There are vastly more micro-states of disorder than of order; in simpler words, there are many more ways to die than to live.¹ That asymmetry makes the emergence—and persistence—of life extraordinary.

A cross-sectional intuition says, “The universe is huge; alien life must be everywhere.” A time-series view overturns that optimism: for two civilisations to meet they must co-exist in the same cosmic window, survive their own bottlenecks, and broadcast detectable signals.² The joint probability is vanishingly small.

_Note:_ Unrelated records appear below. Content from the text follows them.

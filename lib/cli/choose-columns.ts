/**
 * Which columns of the file to read: those that were named, else those that look right.
 */
import type { SeriesMapping, TableReading } from '../series/types';
import type { FitRequest } from './fit-request';

export type ColumnChoice = { ok: true; mapping: SeriesMapping } | { ok: false; message: string };

export function chooseColumns(table: TableReading, request: FitRequest): ColumnChoice {
  const { columns, decimalMark, dateOrder, aggregation } = request;
  const answers = { decimalMark, dateOrder, aggregation };
  const { guess } = table;
  if (request.firms || (guess.long && !columns)) return chooseFirms(table, request, answers);
  const month = columns?.[0] ?? guess.month;
  const focal = columns?.[1] ?? guess.focal;
  const rival = columns?.[2] ?? guess.rival;
  if (month === null || focal === null || rival === null) {
    const lacking = month === null ? 'no column of months' : 'fewer than two columns of counts';
    const advice =
      'Write months as 2024-03 and counts as digits, or name the columns: --columns month,focal,rival.';
    return {
      ok: false,
      message: `There is ${lacking} among ${table.header.join(', ')}. ${advice}`,
    };
  }
  return { ok: true, mapping: { month, focal, rival, ...answers } };
}

/** One row per month and firm: --columns then names the month, the column of firms and the one that counts. */
function chooseFirms(
  { header, guess }: TableReading,
  { columns, firms }: FitRequest,
  answers: Partial<SeriesMapping>,
): ColumnChoice {
  const month = columns?.[0] ?? guess.month;
  const long = columns ? { firm: columns[1], users: columns[2] } : guess.long;
  const [focal, rival] = firms ?? [guess.focal, guess.rival];
  if (month === null || long === null || focal === null || rival === null) {
    return {
      ok: false,
      message: `No column among ${header.join(', ')} names firms. Name the columns: --columns month,firm,users.`,
    };
  }
  return { ok: true, mapping: { month, focal, rival, long, ...answers } };
}
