/**
 * The text of `--help`.
 */
import { DEFAULT_FIT_OPTIONS } from '../estimate/defaults';
import { MIN_MONTHS_TO_FIT } from '../series/limits';
import { MAX_HORIZON_MONTHS } from './arguments';
import { EXIT_CODES } from './exit-codes';

export const USAGE = 'elbowroom forecast FILE [--columns month,focal,rival] [--months N] [--seed N] [--json]';

export function helpText(): string {
  const exits = EXIT_CODES.map(({ code, id, meaning }) => `  ${code}  ${id.padEnd(15)}  ${meaning}`);
  return `${USAGE}

Reads two firms' monthly user counts and prints where their market is heading and how sure that is.

FILE is CSV, TSV or semicolon text with a header: a month column (2024-03, 03/2024, Mar 2024, 2024-03-31) and one
column of users per firm. At least ${MIN_MONTHS_TO_FIT} months in which both are known are needed. "-" reads standard input.

Options
  --columns M,F,R       headers of the month, the focal firm and the rival; without it the month column is found and
                        the first two columns of counts are taken, the first of them as the focal firm
  --months N            months to forecast, 1 to ${MAX_HORIZON_MONTHS} (${DEFAULT_FIT_OPTIONS.horizonMonths} if not given)
  --seed N              seed of the random draws; the same seed gives the same numbers (${DEFAULT_FIT_OPTIONS.seed} if not given)
  --decimal-mark MARK   point or comma, for counts such as 1,234 that could be read two ways
  --date-order ORDER    day-first or month-first, for dates such as 03/04/2024
  --json                print one JSON object instead of text; its shape is the schema in lib/cli/forecast-json.ts
  --help, --version

Exit codes
${exits.join('\n')}

With --json an error too is one object on standard output: {"error": {"code", "message", "problems"}}; code is a
name from this list. Forecasts are estimates and no investment advice.
`;
}
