import { describe, expect, it } from 'vitest';
import { computeBands, shareOf } from '@/lib/forecast/bands';
import { computeOdds, DECIDED_ABOVE, decideOutcome, outcomeOf } from '@/lib/forecast/odds';

describe('the odds', () => {
  it('are the shares of draws in the four quarters', () => {
    const alpha = Float64Array.of(0.5, 0.5, 1.5, 1.5, 0.9);
    const beta = Float64Array.of(0.5, 1.5, 0.5, 1.5, 0.9);
    expect(computeOdds(alpha, beta)).toEqual({
      coexistence: 0.4,
      exclusionByFocal: 0.2,
      exclusionByRival: 0.2,
      headStartDecides: 0.2,
    });
  });

  it('exchange the firms with the coefficients', () => {
    expect(outcomeOf(0.5, 1.5)).toBe('exclusionByFocal');
    expect(outcomeOf(1.5, 0.5)).toBe('exclusionByRival');
  });

  it('decide only above two thirds', () => {
    const even = { coexistence: 0.34, exclusionByFocal: 0.33, exclusionByRival: 0.33, headStartDecides: 0 };
    expect(decideOutcome(even)).toBeNull();
    const edge = {
      ...even,
      coexistence: DECIDED_ABOVE,
      exclusionByFocal: 1 - DECIDED_ABOVE,
      exclusionByRival: 0,
    };
    expect(decideOutcome(edge)).toBeNull();
    expect(decideOutcome({ ...edge, coexistence: DECIDED_ABOVE + 0.001 })).toBe('coexistence');
  });
});

describe('the bands', () => {
  it('are the quantiles of each month', () => {
    const values = Float64Array.from({ length: 202 }, (_, i) => (i < 101 ? 100 - i : 1000 + (i - 101)));
    const bands = computeBands(values, { months: 2, count: 101 });
    expect(bands.q05).toEqual([5, 1005]);
    expect(bands.q25).toEqual([25, 1025]);
    expect(bands.q50).toEqual([50, 1050]);
    expect(bands.q75).toEqual([75, 1075]);
    expect(bands.q95).toEqual([95, 1095]);
  });

  it('give half the share to each when nobody is left', () => {
    expect(shareOf(0, 0)).toBe(0.5);
    expect(shareOf(3, 1)).toBe(0.75);
  });
});
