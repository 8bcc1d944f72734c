/** What `elbowroom scenario FILE` prints for people: each scenario in the words of the page, then all of them side by side. */
import { writeBreakEven, writeLastUsefulMonth, writeSmallestPush } from '../brief/answer-words';
import { writeCautions } from '../brief/cautions';
import type { BriefFacts } from '../brief/facts';
import { writeMoney } from '../brief/money-words';
import { buildPushBrief } from '../brief/push-brief';
import { describePush } from '../brief/push-words';
import { buildSideBySide } from '../brief/side-by-side';
import { plainText } from '../brief/text';
import type { FigureTable, Sentence } from '../brief/types';
import { createWords, type Words } from '../brief/words';
import type { ComparedScenario } from './run-scenario';
import { renderTable, wrapText } from './text-layout';

export function renderScenarios(facts: BriefFacts, scenarios: readonly ComparedScenario[]): string {
  const words = createWords(facts);
  const blocks = scenarios.flatMap((scenario) => renderScenario(words, scenario));
  if (scenarios.length > 1) blocks.push(renderFigureTable(buildSideBySide(scenarios, facts).table));
  const cautions = writeCautions(words, true).map(({ text }) => wrapText(`- ${text}`, 2));
  blocks.push(section('Cautions', cautions.join('\n')));
  return `${blocks.join('\n\n')}\n`;
}

function renderScenario(words: Words, { name, comparison, answers }: ComparedScenario): string[] {
  const { pushes, money } = comparison;
  const brief = buildPushBrief(comparison, words.facts, words.locale);
  const { smallestPush, lastUsefulMonth, breakEven } = answers;
  const currency = money?.assumed.currency;
  return [
    [name, ...pushes.map((push) => wrapText(`- ${describePush(words, push)}`, 2))].join('\n'),
    renderSentences(brief.sentences),
    section(
      'Odds before and after',
      renderTable(brief.odds.map(({ label, before, after }) => [label, before, after])),
    ),
    ...(comparison.checkpoints.length > 0 ? [renderFigureTable(brief.checkpoints)] : []),
    ...(money ? [section('Money', renderSentences(writeMoney(words, money)))] : []),
    ...(smallestPush
      ? [section('Smallest counter-push', renderSentences(writeSmallestPush(words, smallestPush, currency)))]
      : []),
    ...(lastUsefulMonth
      ? [section('Last useful month', renderSentences(writeLastUsefulMonth(words, lastUsefulMonth)))]
      : []),
    ...(breakEven ? [section('Break-even spend', renderSentences(writeBreakEven(words, breakEven)))] : []),
  ];
}

function renderSentences(sentences: readonly Sentence[]): string {
  return sentences.map((one) => wrapText(plainText(one))).join('\n');
}

function renderFigureTable({ title, columns, rows }: FigureTable): string {
  return section(title, renderTable([columns, ...rows]));
}

function section(title: string, body: string): string {
  return `${title}\n${body}`;
}
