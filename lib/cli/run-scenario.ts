/** Every scenario of the command compared on the same draws, with its answers: what text and JSON are written from. */
import { readFileSync } from 'node:fs';
import { finishRun } from '../scenario/answer-run';
import type { Answers } from '../scenario/answers';
import type { ScenarioComparison } from '../scenario/comparison';
import { findBreakEven } from '../scenario/find-break-even';
import { findLastUsefulMonth } from '../scenario/find-last-month';
import { findSmallestPush } from '../scenario/find-smallest-push';
import type { Money } from '../scenario/money';
import { type PreparedScenario, prepareScenario } from '../scenario/prepare-scenario';
import { parseScenario, type ScenarioReading } from '../scenario/scenario-json';
import type { PricedPush } from '../scenario/spend';
import { type CommandFailure, fail } from './command-end';
import type { FittedFile } from './fit-file';
import { explainSystemError } from './read-input';
import type { ScenarioRequest } from './scenario-arguments';

/** A scenario as it was asked for, before it is compared. */
export interface AskedScenario {
  name: string;
  pushes: PricedPush[];
  money: Money | null;
}

export interface ComparedScenario {
  name: string;
  comparison: ScenarioComparison;
  answers: Answers;
}

/** Name of the scenario that `--push` makes. */
const OWN_NAME = 'Pushes';

export function listScenarios(request: ScenarioRequest): AskedScenario[] | CommandFailure {
  const { pushes, money } = request;
  const asked: AskedScenario[] = pushes.length > 0 ? [{ name: OWN_NAME, pushes, money }] : [];
  for (const file of request.scenarioFiles) {
    const text = readText(file);
    if (typeof text !== 'string') return text;
    const reading = parseScenario(text);
    if (!reading.ok) return fail('bad-scenario', explainScenario(file, reading));
    const { value } = reading;
    asked.push({ name: value.name, pushes: value.pushes, money: money ?? value.money ?? null });
  }
  return asked;
}

function readText(file: string): string | CommandFailure {
  try {
    return readFileSync(file, 'utf8');
  } catch (error) {
    return fail('file-unreadable', explainSystemError(file, error));
  }
}

function explainScenario(file: string, reading: Extract<ScenarioReading, { ok: false }>): string {
  switch (reading.code) {
    case 'not-json':
      return `${file} is not JSON. A written scenario looks like {"version": 1, "name": "...", "pushes": [...]}.`;
    case 'unknown-version':
      return `${file} was written by a later release (version ${reading.version}).`;
    case 'invalid': {
      const [{ place, message }] = reading.problems as [{ place: string; message: string }];
      const others = reading.problems.length > 1 ? ` ${reading.problems.length - 1} more.` : '';
      return `${file} holds no scenario: ${place === '' ? '' : `${place}: `}${message}.${others}`;
    }
  }
}

export function compareScenarios(
  { report, draws }: FittedFile,
  asked: readonly AskedScenario[],
  { question }: ScenarioRequest,
): ComparedScenario[] {
  const { seed, outlook } = report;
  const prepared = prepareScenario(draws, { horizonMonths: outlook.horizonMonths, seed });
  return asked.map((scenario) => ({
    name: scenario.name,
    comparison: prepared.compare(scenario.pushes, scenario.money ?? undefined),
    answers: answer(prepared, scenario, question),
  }));
}

function answer(
  prepared: PreparedScenario,
  { pushes, money }: AskedScenario,
  question: ScenarioRequest['question'],
): Answers {
  if (!question) return {};
  const whole = { ...question, pushes };
  const smallestPush = finishRun(findSmallestPush(prepared, whole));
  const counter = smallestPush.code === 'found' ? smallestPush.push : question.counter;
  const hasSize = counter.size > 0;
  const isPriced = money !== null && (counter.firm === 1 || money.marginPerUserMonth.rival !== null);
  return {
    smallestPush,
    ...(hasSize ? { lastUsefulMonth: finishRun(findLastUsefulMonth(prepared, { ...whole, counter })) } : {}),
    ...(hasSize && isPriced
      ? { breakEven: finishRun(findBreakEven(prepared, { push: counter, pushes, money })) }
      : {}),
  };
}
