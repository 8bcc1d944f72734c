/**
 * Which columns of the file to read: those that were named, else those that look right.
 */
import type { SeriesMapping, TableReading } from '../series/types';
import type { FitRequest } from './fit-request';

export type ColumnChoice = { ok: true; mapping: SeriesMapping } | { ok: false; message: string };

export function chooseColumns(table: TableReading, request: FitRequest): ColumnChoice {
  const { columns, decimalMark, dateOrder } = request;
  const { guess } = table;
  const month = columns?.[0] ?? guess.month;
  const focal = columns?.[1] ?? guess.focal;
  const rival = columns?.[2] ?? guess.rival;
  if (month === null || focal === null || rival === null) {
    const lacking = month === null ? 'no column of months' : 'fewer than two columns of counts';
    const advice =
      'Write months as 2024-03 and counts as digits, or name the columns: --columns month,focal,rival.';
    return {
      ok: false,
      message: `There is ${lacking} among ${table.header.join(', ')}. ${advice}`,
    };
  }
  return { ok: true, mapping: { month, focal, rival, decimalMark, dateOrder } };
}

13.1 Cascading-Complexity Catastrophe — The Death of Gaia

Religion’s primal question is whether divinity itself is subject to chaos, defined here as non-recurring phenomena. The early Greek answer was yes: Chaos precedes the gods. Only when Earth (Gaia) and Sky (Uranus) produce Time (Chronos) does repeatable structure emerge. Without temporal regularity no observer could register anything at all.

13.2 From gaia to Gaia: How Ecosystems Compute

We often treat trees and soil as separate, yet mycorrhizal networks show that soil, fungi, and plants form a single distributed computer.³

Plants that appear autotrophic sometimes outsource energy via these fungal “internet cables.” Decisions on nutrient routing, disease avoidance, or rainfall response are computations executed by the network.

Thus “Gaia” is not poetic licence; it is an information system whose nodes span bacteria, fungi, flora, and fauna.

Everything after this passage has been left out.